Extracted data entries:
import { InvalidArgumentError } from 'commander';
import { FileFault } from '../../machine/file-fault.js';
import { join } from '../../machine/paths.js';
import type { Manifest } from '../../pipeline/manifest.js';
import { EXIT } from '../exit.js';
import { painter } from '../terminal/paint.js';
import { progressLine } from '../terminal/progress.js';
import { sayPack } from '../terminal/say-pack.js';
import type { CliCommand } from './command.js';

const WORKER = new URL('../../pipeline/worker.js', import.meta.url);

export const make: CliCommand = {
  usage: 'make <job>',
  summary: 'Make the whole pack of a job: parts, plans and papers, in one folder.',
  examples: [
    'strutwright make my-table/job.json -o pack          the pack in the folder "pack"',
    'strutwright make my-table                           in "my-table/pack"',
    'strutwright make my-table/job.json -o pack --json   and its manifest on stdout, for a script',
  ],
  define: (command) =>
    command
      .option('-o, --out <folder>', 'where the pack goes; an earlier pack there is replaced whole')
      .option('--workers <n>', 'threads that shape hubs (default: one a processor, at most 8)', wholeNumber)
      .option('--json', 'print the manifest as JSON on stdout'),
  async run({ arguments: [path], options, terminal }) {
    // Loaded when asked for, so that help and wrong use answer at once.
    const [{ loadJob }, { makePack }, { openPackFolder }, { openPool }] = await Promise.all([
      import('../../pipeline/load.js'),
      import('../../pipeline/make.js'),
      import('../../machine/pack-folder.js'),
      import('../../machine/pool.js'),
    ]);
    const result = await loadJob(path!);
    if ('faults' in result) {
      for (const fault of result.faults) terminal.talk(`${fault}\n`);
      return EXIT.refused;
    }
    const { job, truss, inputs, folder } = result.loaded;
    const out = options['out'] === undefined ? join(folder, 'pack') : String(options['out']);
    const pool = openPool(WORKER, options['workers'] as number | undefined);
    const progress = progressLine(terminal);
    try {
      const pack = await openPackFolder(out);
      let manifest: Manifest;
      try {
        manifest = await makePack(truss, job, {
          write: async (file, bytes) => void (await pack.write(file, bytes)),
          tell: progress.tell,
          each: pool.each,
          inputs,
        });
        await pack.commit();
      } catch (error) {
        await pack.abandon();
        throw error;
      }
      progress.close();
      terminal.result(
        options['json'] ? `${JSON.stringify(manifest, null, 2)}\n` : sayPack(manifest, out, painter(terminal.colour)),
      );
      return manifest.status === 'clear' ? EXIT.clear : EXIT.flagged;
    } catch (error) {
      progress.close();
      if (!(error instanceof FileFault)) throw error;
      terminal.talk(`${error.message}\n`);
      return EXIT.refused;
    } finally {
      await pool.close();
    }
  },
};

/** Commander turns the InvalidArgumentError into a line of its own. */
function wholeNumber(text: string): number {
  const n = Number(text);
  if (!Number.isInteger(n) || n < 1 || n > 64) throw new InvalidArgumentError('give a whole number from 1 to 64');
  return n;
}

WHAT YOU SHOULD DO: Go through the records above and copy each line exactly.

OUTPUT OF THE EXERCISE:
import { InvalidArgumentError } from 'commander';
import { FileFault } from '../../machine/file-fault.js';
import { join } from '../../machine/paths.js';
import type { Manifest } from '../../pipeline/manifest.js';
import { EXIT } from '../exit.js';
import { painter } from '../terminal/paint.js';
import { progressLine } from '../terminal/progress.js';
import { sayPack } from '../terminal/say-pack.js';
import type { CliCommand } from './command.js';

const WORKER = new URL('../../pipeline/worker.js', import.meta.url);

export const make: CliCommand = {
  usage: 'make <job>',
  summary: 'Make the whole pack of a job: parts, plans and papers, in one folder.',
  examples: [
    'strutwright make my-table/job.json -o pack          the pack in the folder "pack"',
    'strutwright make my-table                           in "my-table/pack"',
    'strutwright make my-table/job.json -o pack --json   and its manifest on stdout, for a script',
  ],
  define: (command) =>
    command
      .option('-o, --out <folder>', 'where the pack goes; an earlier pack there is replaced whole')
      .option('--workers <n>', 'threads that shape hubs (default: one a processor, at most 8)', wholeNumber)
      .option('--json', 'print the manifest as JSON on stdout'),
  async run({ arguments: [path], options, terminal }) {
    // Loaded when asked for, so that help and wrong use answer at once.
    const [{ loadJob }, { makePack }, { openPackFolder }, { openPool }] = await Promise.all([
      import('../../pipeline/load.js'),
      import('../../pipeline/make.js'),
      import('../../machine/pack-folder.js'),
      import('../../machine/pool.js'),
    ]);
    const result = await loadJob(path!);
    if ('faults' in result) {
      for (const fault of result.faults) terminal.talk(`${fault}\n`);
      return EXIT.refused;
    }
    const { job, truss, inputs, folder } = result.loaded;
    const out = options['out'] === undefined ? join(folder, 'pack') : String(options['out']);
    const pool = openPool(WORKER, options['workers'] as number | undefined);
    const progress = progressLine(terminal);
    try {
      const pack = await openPackFolder(out);
      let manifest: Manifest;
      try {
        manifest = await makePack(truss, job, {
          write: async (file, bytes) => void (await pack.write(file, bytes)),
          tell: progress.tell,
          each: pool.each,
          inputs,
        });
        await pack.commit();
      } catch (error) {
        await pack.abandon();
        throw error;
      }
      progress.close();
      terminal.result(
        options['json'] ? `${JSON.stringify(manifest, null, 2)}\n` : sayPack(manifest, out, painter(terminal.colour)),
      );
      return manifest.status === 'clear' ? EXIT.clear : EXIT.flagged;
    } catch (error) {
      progress.close();
      if (!(error instanceof FileFault)) throw error;
      terminal.talk(`${error.message}\n`);
      return EXIT.refused;
    } finally {
      await pool.close();
    }
  },
};

/** Commander turns the InvalidArgumentError into a line of its own. */
function wholeNumber(text: string): number {
  const n = Number(text);
  if (!Number.isInteger(n) || n < 1 || n > 64) throw new InvalidArgumentError('give a whole number from 1 to 64');
  return n;
}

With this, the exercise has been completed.